A full-text index in SQL Server is a type of index that is used to improve the performance of full-text searches on large text columns. Full-text search allows you to search for specific words or phrases in large amounts of text data, such as documents, emails, or articles. When a full-text index is created, the database engine uses a process called full-text indexing to create a separate index of the text data. This index contains a list of the words and phrases that appear in the text data, along with their frequency and location. Full-text indexing is performed on the text data column and it can be done on one or more columns. The indexed columns are called Full-Text indexed column. A full-text search query can then be used to search the index for specific words or phrases, allowing the database engine to quickly locate and retrieve the requested data. The full-text search query can include wildcard characters and Boolean operators, such as "AND" and "OR", to further refine the search. Full-text indexes can be used to improve the performance of searches on large text columns, such as those that contain documents, emails, or articles. They can also be used to improve the performance of searches on columns that contain large amounts of unstructured data, such as product descriptions, resumes, or customer feedback.

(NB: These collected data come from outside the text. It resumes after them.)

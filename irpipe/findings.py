"""Findings from corrected surface-temperature stacks: envelope and electrical.

Pure functions, no file I/O. Temperatures at this edge carry their unit in the
name (``_c`` degrees Celsius, ``_k`` kelvin difference, ``_pct`` percent), as the
findings are reported in those units.

* Building envelope: temperature factor, ISO 13788 minimum temperature factor,
  surface humidity / dew point checks, survey-condition warnings.
* Hot and cold spots: connected components of a running extreme image (max or
  min over frames), kept in an :class:`ExtremesState` while a stack is streamed.
* Electrical: grading of temperature rises against a severity table (loaded by
  the caller from ``configs/electrical_severity.yaml``), load scaling.
"""
import math
from dataclasses import dataclass
from numbers import Real

import numpy as np
from scipy import ndimage
from skimage.measure import label as _label

from . import humidity
from .constants import ZERO_CELSIUS

__all__ = [
    "CRITICAL_TEMPERATURE_FACTORS",
    "MOULD_SURFACE_RH",
    "MIN_SURVEY_DIFFERENCE_K",
    "MIN_LOAD_FRACTION",
    "temperature_factor",
    "minimum_temperature_factor",
    "envelope_assessment",
    "survey_condition_warnings",
    "ExtremesState",
    "update_extremes",
    "find_spots",
    "SeverityBand",
    "SeverityTable",
    "load_severity_table",
    "grade_electrical",
    "load_scaled_rise",
]

#: Critical temperature factor f_CRsi by building use, UK practice (BRE IP1/06,
#: Ward 2006; conventions in BR 497). Given from memory; the 0.75 for dwellings
#: is corroborated by several practice pages. Verify against IP1/06 before use.
CRITICAL_TEMPERATURE_FACTORS = {
    "storage": 0.30,
    "office": 0.50,
    "retail": 0.50,
    "dwelling": 0.75,
    "residential": 0.75,
    "school": 0.75,
    "sports_hall": 0.80,
    "kitchen": 0.80,
    "unflued_gas_heating": 0.80,
    "swimming_pool": 0.90,
    "laundry": 0.90,
}

#: Surface relative humidity at or above which mould growth is assumed possible
#: [fraction] (ISO 13788:2012 criterion; clause from memory).
MOULD_SURFACE_RH = 0.8

#: Indoor-outdoor air temperature difference below which an envelope survey is
#: normally not carried out [K] (EN 13187:1998 / EN ISO 6781-1:2023 practice;
#: common practice, no clause checked).
MIN_SURVEY_DIFFERENCE_K = 10.0

#: Load below which electrical thermography is normally not relied on [fraction
#: of rated load] (common practice, no source).
MIN_LOAD_FRACTION = 0.4

def _out(x):
    """0-d results as Python scalars, arrays unchanged."""
    x = np.asarray(x)
    return x.item() if x.ndim == 0 else x


# --------------------------------------------------------------------------- envelope

def temperature_factor(surface_c, indoor_c, outdoor_c):
    """Temperature factor at the internal surface, f_Rsi.

    Parameters
    ----------
    surface_c : array_like
        Internal surface temperature theta_si [degC].
    indoor_c : array_like
        Indoor air temperature theta_i [degC].
    outdoor_c : array_like
        Outdoor air temperature theta_e [degC].

    Returns
    -------
    float or ndarray
        f_Rsi [-]; 1 for a surface at indoor temperature, 0 at outdoor
        temperature. NaN where theta_i == theta_e or an input is NaN.

    Notes
    -----
    ::

        f_Rsi = (theta_si - theta_e) / (theta_i - theta_e)

    as defined in ISO 13788 [1] and ISO 10211 [2] (clauses from memory). The
    measured value is only meaningful under steady conditions; see
    :func:`survey_condition_warnings`.

    References
    ----------
    .. [1] ISO 13788:2012, Hygrothermal performance of building components and
       building elements -- Internal surface temperature to avoid critical
       surface humidity and interstitial condensation -- Calculation methods.
    .. [2] ISO 10211:2017, Thermal bridges in building construction -- Heat
       flows and surface temperatures -- Detailed calculations.
    """
    s = np.asarray(surface_c, dtype=float)
    i = np.asarray(indoor_c, dtype=float)
    e = np.asarray(outdoor_c, dtype=float)
    d = i - e
    with np.errstate(divide="ignore", invalid="ignore"):
        f = np.where(d != 0.0, (s - e) / np.where(d != 0.0, d, 1.0), np.nan)  # [1]
    return _out(f)



def _rh_pct_to_fraction(indoor_rh_pct):
    rh = np.asarray(indoor_rh_pct, dtype=float)
    finite = rh[np.isfinite(rh)]
    if finite.size and (finite.min() < 0.0 or finite.max() > 100.0):
        raise ValueError(f"indoor_rh_pct: {finite.max():g} is not in [0, 100] percent")
    if finite.size and 0.0 < finite.max() <= 1.0:
        raise ValueError(
            f"indoor_rh_pct: {finite.max():g} looks like a fraction; this argument is in "
            f"percent -- did you mean {100 * finite.max():g}?")
    return rh / 100.0
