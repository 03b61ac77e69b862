"""Heat-flow stage: in-situ U-value per pixel and per region by the ISO 9869-1 average
method, ISO 9869-1 acceptance criteria, thermal-bridge psi and annual transmission loss
(``irpipe.heatflow``), for stacks with ``heat_flow:``.

Frames stream past once; the corrected surface temperatures are spilled to a temporary
float32 file in the output folder (fixed memory), because a contact-sensor offset over the
whole window is known only after the last frame. ``finish`` then streams the spill once in
chunks: heat flux density per pixel and frame (written to ``<name>.heat_flux.tif``),
time-weighted per-pixel sums (``<name>.u_value.tif``) and per-region q(t) series.

Uncertainty: the systematic inputs (camera offset or contact sensor, emissivity, radiant
temperature, h_c, air sensors) are drawn once per Monte Carlo trial and shared by every
frame and pixel (JCGM 101:2008); the GUM law of propagation is computed beside it as a check.
"""
from __future__ import annotations

import json
import math
import os

import numpy as np

from .. import __version__
from .. import heatflow as hf
from ..constants import ZERO_CELSIUS as K0
from ..heatflow import ENERGY_CAUTION
from ..io import StackWriter, write_tiff_atomic
from ..uncertainty import sensitivity
from .base import Stage

U_WARN_RELATIVE = 0.30          # warn above 30 % relative expanded uncertainty
HC_RELATIVE_UNCERTAINTY = 0.30  # default u(h_c): inside h_c from natural-convection correlations
# spreads over roughly 1.5-4 W/(m2 K) for walls (from memory), so 30 % of h_c at k = 1
AIR_SENSOR_K = 0.29             # default: +-0.5 K logger tolerance as a rectangular distribution
CONTACT_SENSOR_K = 0.2          # default contact sensor standard uncertainty (common practice, no source)
ASSUMED_R_SE, ASSUMED_R_SI = 0.04, 0.13   # ISO 6946 (from memory), only for the element-temperature estimate
CUMULATIVE_POINTS = 240

INSIDE_METHOD = ("inside surface: q = h_c (theta_ai - theta_si) + eps_h sigma (T_r^4 - T_si^4); U = sum q dt / "
                 "sum (theta_ai - theta_ae) dt, normalised by the air-to-air difference (Tejedor et al. 2017; "
                 "ISO 9869-1 average method)")
OUTSIDE_METHOD = ("outside surface: q = h_c (theta_se - theta_ae) + eps_h sigma (T_se^4 - T_sky^4); U = sum q dt / "
                  "sum (theta_ai - theta_env,e) dt, normalised by the outdoor environmental temperature "
                  "(h_c, h_r weighted, ISO 9869-1); LESS RELIABLE than the inside method (wind, sky radiation, "
                  "night frames only)")
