describe('comment limits: per person, per notebook, per comment', () => {
  let h: Harness;
  let owner: TestPerson, commenter: TestPerson;
  const countIn = (notebookId: string) => h.rungbook.services.dataSource.getRepository(Comment).countBy({ notebookId });
  const post = (who: TestPerson, notebookId: string, body: string) => who.client.post(`/api/notebooks/${notebookId}/comments`).send({ body });
  const mentionMailsTo = async (who: TestPerson, subject: string) => {
    await h.rungbook.services.mailer.idle();
    return (await h.capturedMail()).filter((m) => m.recipients.includes(who.email) && m.subject === subject).length;
  };
  const unreadMentions = async (who: TestPerson, notebookId: string) => (await activityOf(who)).filter((n) => n.kind === 'mention' && n.notebookId === notebookId && !n.read);

  before(async () => {
    h = await startHarness();
    [owner, commenter] = await Promise.all(['owner', 'commenter'].map((tag) => createPerson(h, { tag })));
  });
  after(() => h.close());

  async function sharedNotebookWithCell(title: string): Promise<{ notebookId: string; cellId: string }> {
    const created = await newNotebook(owner.client, title);
    await grant(h, created.notebookId, commenter.id, 'commenter', owner.id);
    return created;
  }
  const sharedNotebook = async (title: string) => (await sharedNotebookWithCell(title)).notebookId;

  test('the documented limits', () => {
    // README "Comments": 120 new comments per person per hour; 2000 comments and 2 000 000 characters per notebook; 20 mentions per comment.
    assert.deepEqual(
      [COMMENTS_PER_PERSON_PER_HOUR, MAX_COMMENTS_PER_NOTEBOOK, MAX_COMMENT_CHARS_PER_NOTEBOOK, MAX_MENTIONS_PER_COMMENT],
      [120, 2000, 2_000_000, 20],
    );
  });

  test('a comment naming more than the allowed number of distinct handles is refused (400) and nothing is stored', async () => {
    const notebookId = await sharedNotebook('Invented crowded notebook');
    const handles = (n: number) => Array.from({ length: n }, (_, i) => `@someone${i}`).join(' ');
    const refused = await post(commenter, notebookId, `${handles(21)} see this`).expect(400);
    assert.equal(refused.body.error.code, 'validation_failed');
    assert.match(refused.body.error.fields.body, /at most 20 people/);
    assert.equal(await countIn(notebookId), 0);
    // The same handle twice is one mention.
    await post(commenter, notebookId, `${handles(20)} @someone0 see this`).expect(201);
    const mine = (await post(commenter, notebookId, 'short').expect(201)).body.comment as CommentView;
    await commenter.client.patch(`/api/comments/${mine.id}`).send({ body: handles(21) }).expect(400);
    assert.equal((await comments(owner.client, notebookId)).find((c) => c.id === mine.id)!.body, 'short');
  });

  test('a person is told once per comment: removing and re-adding a mention by editing tells nobody again', async () => {
    const title = 'Invented once-per-comment notebook';
    const notebookId = await sharedNotebook(title);
    const subject = `Invented commenter mentioned you in ${title}`;
    const posted = (await post(commenter, notebookId, `@${handleOf(owner)} check eq. 4`).expect(201)).body.comment as CommentView;
    await mailTo(h, owner.email, subject);
    for (let round = 0; round < 3; round += 1) {
      await commenter.client.patch(`/api/comments/${posted.id}`).send({ body: 'check eq. 4' }).expect(200);
      await commenter.client.patch(`/api/comments/${posted.id}`).send({ body: `@${handleOf(owner)} check eq. 4 (round ${round})` }).expect(200);
    }
    assert.equal(await mentionMailsTo(owner, subject), 1);
    const entries = await unreadMentions(owner, notebookId);
    assert.deepEqual(entries.map((n) => [n.text, n.commentId]), [[`Invented commenter mentioned you in "${title}"`, posted.id]]);
    // Even after the entry was read, an edit does not tell again.
    await owner.client.post('/api/activity/read').send({}).expect(200);
    await commenter.client.patch(`/api/comments/${posted.id}`).send({ body: 'check eq. 4' }).expect(200);
    await commenter.client.patch(`/api/comments/${posted.id}`).send({ body: `@${handleOf(owner)} check eq. 4 again` }).expect(200);
    assert.equal((await unreadMentions(owner, notebookId)).length, 0);
    assert.equal(await mentionMailsTo(owner, subject), 1);
  });

  test('once per comment also when a later mention has taken over the unread entry', async () => {
    const title = 'Invented two-comment notebook';
    const notebookId = await sharedNotebook(title);
    const subject = `Invented commenter mentioned you in ${title}`;
    const first = (await post(commenter, notebookId, `@${handleOf(owner)} first`).expect(201)).body.comment as CommentView;
    await post(commenter, notebookId, `@${handleOf(owner)} second`).expect(201);
    await commenter.client.patch(`/api/comments/${first.id}`).send({ body: 'first' }).expect(200);
    await commenter.client.patch(`/api/comments/${first.id}`).send({ body: `@${handleOf(owner)} first, again` }).expect(200);
    assert.deepEqual((await unreadMentions(owner, notebookId)).map((n) => n.text), [`2 mentions in "${title}"; latest: Invented commenter on the notebook`]);
    assert.equal(await mentionMailsTo(owner, subject), 2);
  });

  test('an edit tells a person the comment had not mentioned before', async () => {
    const title = 'Invented added-mention notebook';
    const notebookId = await sharedNotebook(title);
    const posted = (await post(owner, notebookId, 'a remark').expect(201)).body.comment as CommentView;
    await owner.client.patch(`/api/comments/${posted.id}`).send({ body: `a remark for @${handleOf(commenter)}` }).expect(200);
    await mailTo(h, commenter.email, `Invented owner mentioned you in ${title}`);
    assert.deepEqual((await unreadMentions(commenter, notebookId)).map((n) => n.commentId), [posted.id]);
  });

  test('unread mentions of one person in one notebook make one entry naming the count and the latest', async () => {
    const title = 'Invented coalescing notebook';
    const { notebookId, cellId } = await sharedNotebookWithCell(title);
    const other = await sharedNotebook('Invented second coalescing notebook');
    await post(commenter, notebookId, `@${handleOf(owner)} first`).expect(201);
    await post(commenter, other, `@${handleOf(owner)} elsewhere`).expect(201);
    const second = (await commenter.client.post(`/api/notebooks/${notebookId}/comments`).send({ body: `@${handleOf(owner)} second`, cellId }).expect(201)).body.comment as CommentView;
    const afterSecond = await unreadMentions(owner, notebookId);
    assert.deepEqual(afterSecond.map((n) => [n.text, n.commentId, n.cellId]), [[`2 mentions in "${title}"; latest: Invented commenter on cell "note1"`, second.id, cellId]]);
    const third = (await post(commenter, notebookId, `@${handleOf(owner)} third`).expect(201)).body.comment as CommentView;
    const entries = await unreadMentions(owner, notebookId);
    assert.equal(entries.length, 1);
    assert.equal(entries[0].id, afterSecond[0].id, 'the same entry, rewritten');
    assert.equal(entries[0].text, `3 mentions in "${title}"; latest: Invented commenter on the notebook`);
    assert.deepEqual([entries[0].commentId, entries[0].cellId, entries[0].actorName], [third.id, null, 'Invented commenter']);
    assert.equal((await unreadMentions(owner, other)).length, 1, 'another notebook keeps its own entry');
    // Each mention still sends its e-mail (within the sender's hourly limit).
    assert.equal(await mentionMailsTo(owner, `Invented commenter mentioned you in ${title}`), 3);
    // Once read, the next mention starts a new entry.
    await owner.client.post('/api/activity/read').send({}).expect(200);
    const fourth = (await post(commenter, notebookId, `@${handleOf(owner)} fourth`).expect(201)).body.comment as CommentView;
    assert.deepEqual((await unreadMentions(owner, notebookId)).map((n) => [n.text, n.commentId]), [[`Invented commenter mentioned you in "${title}"`, fourth.id]]);
  });

  test('a notebook holds a bounded number of comments: one more is 409 and nothing is stored', async () => {
    const notebookId = await sharedNotebook('Invented full notebook');
    await storeComments(h, notebookId, owner.id, Array.from({ length: MAX_COMMENTS_PER_NOTEBOOK - 1 }, () => 'x'));
    await post(commenter, notebookId, 'the last one that fits').expect(201);
    const refused = await post(commenter, notebookId, 'one too many').expect(409);
    assert.equal(refused.body.error.code, 'conflict');
    assert.match(refused.body.error.message, /holds the most comments it can.*delete resolved threads/);
    assert.equal(await countIn(notebookId), 2000);
    assert.equal((await comments(owner.client, notebookId)).length, 2000);
  });

  test('a notebook holds a bounded number of characters of comments, for new and lengthened comments', async () => {
    const notebookId = await sharedNotebook('Invented wordy notebook');
    const room = 10;
    const full = Array.from({ length: 400 }, () => 'y'.repeat(COMMENT_MAX_CHARS));
    full[0] = 'y'.repeat(COMMENT_MAX_CHARS - room);
    await storeComments(h, notebookId, owner.id, full);
    const fits = (await post(commenter, notebookId, 'z'.repeat(room)).expect(201)).body.comment as CommentView;
    await post(commenter, notebookId, 'z').expect(409);
    await commenter.client.patch(`/api/comments/${fits.id}`).send({ body: 'z'.repeat(room + 1) }).expect(409);
    await commenter.client.patch(`/api/comments/${fits.id}`).send({ body: 'z'.repeat(room - 1) }).expect(200);
    const held = (await comments(owner.client, notebookId)).reduce((sum, c) => sum + c.body.length, 0);
    assert.equal(held, 2_000_000 - 1);
    // Deleting makes room again.
    await commenter.client.delete(`/api/comments/${fits.id}`).expect(204);
    await post(commenter, notebookId, 'z'.repeat(room)).expect(201);
  });

  test('one person writes a bounded number of comments per hour: one more is 429 naming the limit and nothing is stored', async () => {
    const busy = await createPerson(h, { tag: 'busy' });
    const notebookId = await sharedNotebook('Invented busy notebook');
    await grant(h, notebookId, busy.id, 'commenter', owner.id);
    for (let n = 0; n < 120; n += 1) await post(busy, notebookId, `point ${n}`).expect(201);
    const refused = await post(busy, notebookId, 'point 120').expect(429);
    assert.equal(refused.body.error.code, 'rate_limited');
    assert.match(refused.body.error.message, /at most 120 comments per hour/);
    assert.equal(await countIn(notebookId), 120);
    // Someone else is not held back.
    await post(commenter, notebookId, 'still welcome').expect(201);
  });
});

It's important to note that full-text indexing requires additional disk space, and also it's not available on all editions of SQL Server. Full-text indexes are not recommended for small text columns or for columns that are frequently updated.

Columnstore Index

A columnstore index in SQL Server is a type of non-clustered index that is optimized for data warehousing scenarios and it's designed to work with very large data sets. It uses a column-based storage approach, which is different from the traditional row-based storage approach used by other types of indexes. When a columnstore index is created, it stores the data in columns rather than rows. This allows the database engine to compress the data more effectively and to retrieve only the specific columns that are needed for a query, rather than the entire row. Columnstore indexes are best suited for large data warehousing scenarios, where large amounts of data need to be analyzed and where queries typically retrieve a small subset of the data. They can also be used for large reporting scenarios, where the queries are typically read-only and where the performance of the queries is more important than the performance of data modification operations. Columnstore indexes can greatly improve the performance of data warehousing queries, but they also add overhead to data modification operations, such as INSERT, UPDATE, and DELETE. They are not recommended for small tables or for tables that are frequently updated. It's important to note that columnstore indexes are not available on all editions of SQL Server, and they also require additional disk space.